function steps(base: Ids, specs: PartSpec[]): Step[] {
  const q = (value: string) => `'${value.replaceAll("'", "''")}'`;
  const verdictJson = `jsonb_build_object('measured', l.sample_size, 'proposal', CASE l.decision WHEN 'accept' THEN 'accept' ELSE 'reject' END, 'defectives', l.defectives,
      'incomplete', '[]'::jsonb, 'unmeasured', '[]'::jsonb,
      'explanation', CASE l.decision WHEN 'accept' THEN l.defectives || ' defective(s) in the sample, within Ac ' || l.accept ELSE l.defectives || ' defective(s) in the sample reach Re ' || l.reject END)`;
  const lotName = `'L-' || l.lot_id`;
  const docNumber = (prefix: string, serial: string, at: string) => `'${prefix}-' || extract(year FROM ${at})::int || '-' || lpad(${serial}::text, 5, '0')`;
  return [
    [
      'suppliers and parts',
      async ({ client, bar, users }) => {
        const suppliers = await client.query(
          `INSERT INTO suppliers (id, name, contact_email, owner_id, notes, created_at, updated_at)
         SELECT ${base.suppliers} + s + 1, 'Fill supplier ' || lpad((s + 1)::text, 2, '0'), 'orders@supplier-' || lpad((s + 1)::text, 2, '0') || '.fill.example', $1,
                'Invented supplier of the benchmark fill.', $2, $2
           FROM generate_series(0, ${SCALE.suppliers - 1}) s`,
          [users.buyer, new Date(SCALE.first - 60 * 86_400_000)],
        );
        const parts = await client.query(
          `INSERT INTO parts (id, number, description, spec, created_at, updated_at)
         SELECT ${base.parts} + p + 1, 'FILL-' || lpad((p + 1)::text, 3, '0'), (ARRAY[${specs.map((s) => q(`${s.nominalWaves === 0.5 ? 'Half' : 'Quarter'}-wave plate, ${s.designWavelengthNm} nm (fill)`)).join(', ')}])[p % ${specs.length} + 1],
                (ARRAY[${specs.map((s) => `${q(JSON.stringify(s))}::jsonb`).join(', ')}])[p % ${specs.length} + 1], $1, $1
           FROM generate_series(0, ${SCALE.parts - 1}) p`,
          [new Date(SCALE.first - 60 * 86_400_000)],
        );
        bar.increment((suppliers.rowCount ?? 0) + (parts.rowCount ?? 0));
      },
    ],
    [
      'purchase orders',
      async ({ client, bar, users }) => {
        const orders = await client.query(
          `INSERT INTO purchase_orders (id, number, supplier_id, buyer_id, ordered_on, currency, status, notes, created_at, updated_at)
         SELECT po_id, 'FPO-' || lpad((ord + 1)::text, 6, '0'), min(supplier_id), $1, (min(received_at) - interval '12 days')::date, 'EUR',
                CASE WHEN bool_and(decision IS NOT NULL) THEN 'closed' ELSE 'open' END, '', min(received_at) - interval '12 days', max(coalesce(signed_at, received_at))
           FROM fill_lot l GROUP BY po_id, ord ORDER BY po_id`,
          [users.buyer],
        );
        const lines = await client.query(
          `INSERT INTO purchase_order_lines (id, purchase_order_id, line_number, part_id, quantity, unit_price, inspection_level, aql, hundred_percent, spec, created_at, updated_at)
         SELECT l.line_id, min(l.po_id), min(l.line_number), min(l.part_id), sum(l.quantity), 40 + (min(l.part) % 9) * 15, 'II', min(l.aql), false, min(p.spec::text)::jsonb,
                min(l.received_at) - interval '12 days', min(l.received_at) - interval '12 days'
           FROM fill_lot l JOIN parts p ON p.id = l.part_id GROUP BY l.line_id ORDER BY l.line_id`,
        );
        bar.increment((orders.rowCount ?? 0) + (lines.rowCount ?? 0));
      },
    ],
    [
      'shipments and lots',
      async ({ client, bar, users }) => {
        const shipments = await client.query(
          `INSERT INTO shipments (id, purchase_order_id, packing_slip, carrier, received_at, received_by, created_at)
         SELECT shipment_id, po_id, 'PS-F' || lpad((n + 1)::text, 6, '0'), (ARRAY['Larchway Freight', 'Pellow Couriers', 'Brindle Air Parcel'])[n % 3 + 1], received_at, $1, received_at
           FROM fill_lot ORDER BY n`,
          [users.clerk],
        );
        const lots = await client.query(
          `INSERT INTO lots (id, shipment_id, po_line_id, part_id, supplier_lot, quantity, state, created_at, updated_at)
         SELECT lot_id, shipment_id, line_id, part_id, 'FSL-' || lpad((n + 1)::text, 6, '0'), quantity, state, received_at, coalesce(sorted_at, signed_at, measured_at, received_at)
           FROM fill_lot ORDER BY n`,
        );
        bar.increment((shipments.rowCount ?? 0) + (lots.rowCount ?? 0));
      },
    ],
    [
      'pieces',
      byChunks(`
      INSERT INTO pieces (id, lot_id, part_id, serial, state, created_at, updated_at)
      SELECT piece_id, lot_id, part_id, serial,
             CASE dest WHEN 'stock' THEN CASE WHEN issued THEN 'issued' ELSE 'in-stock' END WHEN 'review' THEN 'held' WHEN 'vendor' THEN 'returned' ELSE 'quarantine' END,
             received_at, coalesce(sorted_at, signed_at, received_at)
        FROM fill_piece WHERE n >= $1 AND n < $2 ORDER BY piece_id`),
    ],
    [
      'sampling plans and samples',
      async (context) => {
        const plans = await context.client.query(`
        INSERT INTO lot_inspections (id, lot_id, severity, inspection_level, aql, code_letter, plan_letter, sample_size, accept_number, reject_number, hundred_percent, sample_seed, created_at)
        SELECT inspection_id, lot_id, severity, 'II', aql, code_letter, plan_letter, sample_size, accept, reject, hundred, seed, received_at FROM fill_lot ORDER BY n`);
        context.bar.increment(plans.rowCount ?? 0);
        await byChunks(
          `INSERT INTO sample_pieces (inspection_id, piece_id) SELECT inspection_id, piece_id FROM fill_piece WHERE pos IS NOT NULL AND n >= $1 AND n < $2`,
        )(context);
      },
    ],
    [
      'measurement files',
      async ({ client, bar, users }) => {
        const key = (await client.query<{ key: string }>('SELECT storage_key AS key FROM measurement_files ORDER BY id LIMIT 1')).rows[0].key;
        const files = await client.query(
          `INSERT INTO measurement_files (id, lot_id, instrument_id, original_name, sha256, size_bytes, method, metadata, row_count, warnings, storage_key, uploaded_by, uploaded_at)
         SELECT f.id, l.lot_id, (SELECT id FROM instruments WHERE code = 'BENCH-2'), f.name, $1::text, f.rows * 58 + 120, 'stokes',
                jsonb_build_object('date', to_char(f.at, 'YYYY-MM-DD'), 'operator', 'QC-07', 'instrument', 'BENCH-2'), f.rows, '[]', $1::text, $2, f.at
           FROM fill_lot l CROSS JOIN LATERAL (VALUES
             (l.file_id, 'bench-' || ${lotName} || '.csv', l.measured * 6, l.measured_at),
             (l.sort_file_id, 'sort-' || ${lotName} || '.csv', (l.quantity - l.sample_size) * 6, l.signed_at + interval '1 day')) f(id, name, rows, at)
          WHERE f.id IS NOT NULL ORDER BY f.id`,
          [key, users.inspector],
        );
        bar.increment(files.rowCount ?? 0);
      },
    ],
    // A sample piece is line 6 + 6k of its file (after four # lines and the header), k its place in the sample; a sorted piece the same in the sort file.
    [
      'readings',
      byChunks(`
      INSERT INTO readings (file_id, line, serial, wavelength_nm, fields)
      SELECT f.file, 6 + 6 * f.k + j, p.serial, t.wavelength, jsonb_set(t.fields -> j, '{serial}', to_jsonb(p.serial))
        FROM fill_piece p
        CROSS JOIN LATERAL (SELECT CASE WHEN p.pos IS NOT NULL THEN p.file_id ELSE p.sort_file_id END AS file,
                                   CASE WHEN p.pos IS NOT NULL THEN p.pos - 1 ELSE p.i - (SELECT count(*) FROM unnest(p.sample) s WHERE s < p.i)::int END AS k) f
        JOIN fill_template t ON t.spec = p.spec AND t.verdict = p.verdict AND t.variant = (p.n + p.i) % 8
        CROSS JOIN generate_series(0, 5) j
       WHERE p.verdict IS NOT NULL AND p.n >= $1 AND p.n < $2
       ORDER BY f.file, f.k, j`),
    ],
    [
      'piece results',
      byChunks(`
      INSERT INTO piece_results (piece_id, file_id, wavelength_nm, verdict, result, created_at)
      SELECT p.piece_id, f.file, t.wavelength, p.verdict,
             jsonb_set(jsonb_set(t.result, '{serial}', to_jsonb(p.serial)), '{lines}', to_jsonb(ARRAY[6 + 6 * f.k, 7 + 6 * f.k, 8 + 6 * f.k, 9 + 6 * f.k, 10 + 6 * f.k, 11 + 6 * f.k])),
             CASE WHEN p.pos IS NOT NULL THEN p.measured_at ELSE p.signed_at + interval '1 day' END
        FROM fill_piece p
        CROSS JOIN LATERAL (SELECT CASE WHEN p.pos IS NOT NULL THEN p.file_id ELSE p.sort_file_id END AS file,
                                   CASE WHEN p.pos IS NOT NULL THEN p.pos - 1 ELSE p.i - (SELECT count(*) FROM unnest(p.sample) s WHERE s < p.i)::int END AS k) f
        JOIN fill_template t ON t.spec = p.spec AND t.verdict = p.verdict AND t.variant = (p.n + p.i) % 8
       WHERE p.verdict IS NOT NULL AND p.n >= $1 AND p.n < $2
       ORDER BY f.file, f.k`),
    ],
    [
      'dispositions and documents',
      async ({ client, bar, users }) => {
        const dispositions = await client.query(
          `INSERT INTO dispositions (id, lot_id, decision, meaning, deviation_number, justification, lot_verdict, signer_id, signed_at)
         SELECT l.disposition_id, l.lot_id, l.decision,
                CASE l.decision ${Object.entries(SIGNATURE_MEANINGS)
                  .map(([d, m]) => `WHEN ${q(d)} THEN ${q(m)}`)
                  .join(' ')} END, NULL,
                CASE l.decision WHEN 'reject' THEN 'Retardance out of tolerance on sample pieces.'
                                WHEN 'sort' THEN 'Needed for the build: sort at our bench, return the nonconforming plates.' END,
                ${verdictJson}, $1, l.signed_at
           FROM fill_lot l WHERE l.decision IS NOT NULL ORDER BY l.n`,
          [users.quality],
        );
        const blob = async (kind: string) =>
          (await client.query<{ key: string }>('SELECT storage_key AS key FROM lot_documents WHERE kind = $1 ORDER BY id LIMIT 1', [kind])).rows[0].key;
        const documents = await client.query(
          `INSERT INTO lot_documents (lot_id, disposition_id, kind, number, data_hash, pdf_sha256, storage_key, issued_at)
         SELECT l.lot_id, l.disposition_id, d.kind, d.number, encode(sha256(convert_to(d.number, 'UTF8')), 'hex'), d.key, d.key, d.at
           FROM fill_lot l CROSS JOIN LATERAL (VALUES
             ('certificate', CASE WHEN l.decision = 'accept' THEN ${docNumber('PLC', 'l.doc_serial', 'l.signed_at')} END, $1::text, l.signed_at),
             ('inspection-report', ${docNumber('PLR', 'l.doc_serial', 'l.signed_at')}, $2::text, l.signed_at),
             ('certificate', CASE WHEN l.cert_serial IS NOT NULL THEN ${docNumber('PLC', 'l.cert_serial', 'l.sorted_at')} END, $1::text, l.sorted_at)) d(kind, number, key, at)
          WHERE l.decision IS NOT NULL AND d.number IS NOT NULL ORDER BY d.at, d.number`,
          [await blob('certificate'), await blob('inspection-report')],
        );
        await client.query(`SELECT setval('certificate_numbers', (SELECT max(greatest(doc_serial, coalesce(cert_serial, 0))) FROM fill_lot))`);
        bar.increment((dispositions.rowCount ?? 0) + (documents.rowCount ?? 0));
      },
    ],
    [
      'switching history',
      async ({ client, bar, users }) => {
        const events = await client.query(
          `INSERT INTO switching_events (supplier_id, part_id, lot_id, before, after, explanation, created_at, kind, position, result, reduced_enabled, disposition_id, actor_id)
         SELECT supplier_id, part_id, lot_id, sw_before, sw_after, sw_explanation, signed_at, 'lot', sw_position,
                jsonb_build_object('accepted', decision = 'accept', 'defectives', defectives, 'plan', jsonb_build_object('aql', aql::float8, 'level', 'II', 'accept', accept,
                  'reject', reject, 'severity', sw_before->>'severity', 'planLetter', plan_letter, 'sampleSize', sample_size)),
                true, disposition_id, $1
           FROM fill_lot WHERE decision IS NOT NULL ORDER BY signed_at`,
          [users.quality],
        );
        const states = await client.query(
          `INSERT INTO switching_states (supplier_id, part_id, state, updated_at)
         SELECT DISTINCT ON (supplier_id, part_id) supplier_id, part_id, coalesce(sw_after, '{"stopped": false, "severity": "normal", "recentResults": [], "switchingScore": 0, "tightenedCount": 0, "consecutiveAccepted": 0}'), coalesce(signed_at, received_at)
           FROM fill_lot ORDER BY supplier_id, part_id, (sw_after IS NULL), n DESC`,
        );
        bar.increment((events.rowCount ?? 0) + (states.rowCount ?? 0));
      },
    ],
    // Moves in the order they happened, so each leaves a piece from where the one before put it.
    [
      'stock moves: receipts',
      byChunks(`
      INSERT INTO stock_moves (piece_id, from_location_id, to_location_id, reason, actor_id, moved_at)
      SELECT piece_id, NULL, (SELECT id FROM locations WHERE code = 'QUARANTINE'), 'receipt', (SELECT id FROM users WHERE email = 'clerk@phaselot.test'), received_at
        FROM fill_piece WHERE n >= $1 AND n < $2 ORDER BY piece_id`),
    ],
    ['stock moves: decisions', moves('decision')],
    ['stock moves: transfers', moves('transfer')],
    ['stock moves: issues', moves('issue')],
    [
      'audit trail',
      async (context) => {
        await collectAudit(context, docNumber);
        await insertAuditInChainOrder(context);
      },
    ],
  ];
}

To do ::
The response should be the listing above, limited to the lines between the one holding "to_jsonb(ARRAY[6 + 6" and the one holding "pdf_sha256, storage_key, issued_at)", inclusive, reproduced exactly.

Output of the task ::
             jsonb_set(jsonb_set(t.result, '{serial}', to_jsonb(p.serial)), '{lines}', to_jsonb(ARRAY[6 + 6 * f.k, 7 + 6 * f.k, 8 + 6 * f.k, 9 + 6 * f.k, 10 + 6 * f.k, 11 + 6 * f.k])),
             CASE WHEN p.pos IS NOT NULL THEN p.measured_at ELSE p.signed_at + interval '1 day' END
        FROM fill_piece p
        CROSS JOIN LATERAL (SELECT CASE WHEN p.pos IS NOT NULL THEN p.file_id ELSE p.sort_file_id END AS file,
                                   CASE WHEN p.pos IS NOT NULL THEN p.pos - 1 ELSE p.i - (SELECT count(*) FROM unnest(p.sample) s WHERE s < p.i)::int END AS k) f
        JOIN fill_template t ON t.spec = p.spec AND t.verdict = p.verdict AND t.variant = (p.n + p.i) % 8
       WHERE p.verdict IS NOT NULL AND p.n >= $1 AND p.n < $2
       ORDER BY f.file, f.k`),
    ],
    [
      'dispositions and documents',
      async ({ client, bar, users }) => {
        const dispositions = await client.query(
          `INSERT INTO dispositions (id, lot_id, decision, meaning, deviation_number, justification, lot_verdict, signer_id, signed_at)
         SELECT l.disposition_id, l.lot_id, l.decision,
                CASE l.decision ${Object.entries(SIGNATURE_MEANINGS)
                  .map(([d, m]) => `WHEN ${q(d)} THEN ${q(m)}`)
                  .join(' ')} END, NULL,
                CASE l.decision WHEN 'reject' THEN 'Retardance out of tolerance on sample pieces.'
                                WHEN 'sort' THEN 'Needed for the build: sort at our bench, return the nonconforming plates.' END,
                ${verdictJson}, $1, l.signed_at
           FROM fill_lot l WHERE l.decision IS NOT NULL ORDER BY l.n`,
          [users.quality],
        );
        const blob = async (kind: string) =>
          (await client.query<{ key: string }>('SELECT storage_key AS key FROM lot_documents WHERE kind = $1 ORDER BY id LIMIT 1', [kind])).rows[0].key;
        const documents = await client.query(
          `INSERT INTO lot_documents (lot_id, disposition_id, kind, number, data_hash, pdf_sha256, storage_key, issued_at)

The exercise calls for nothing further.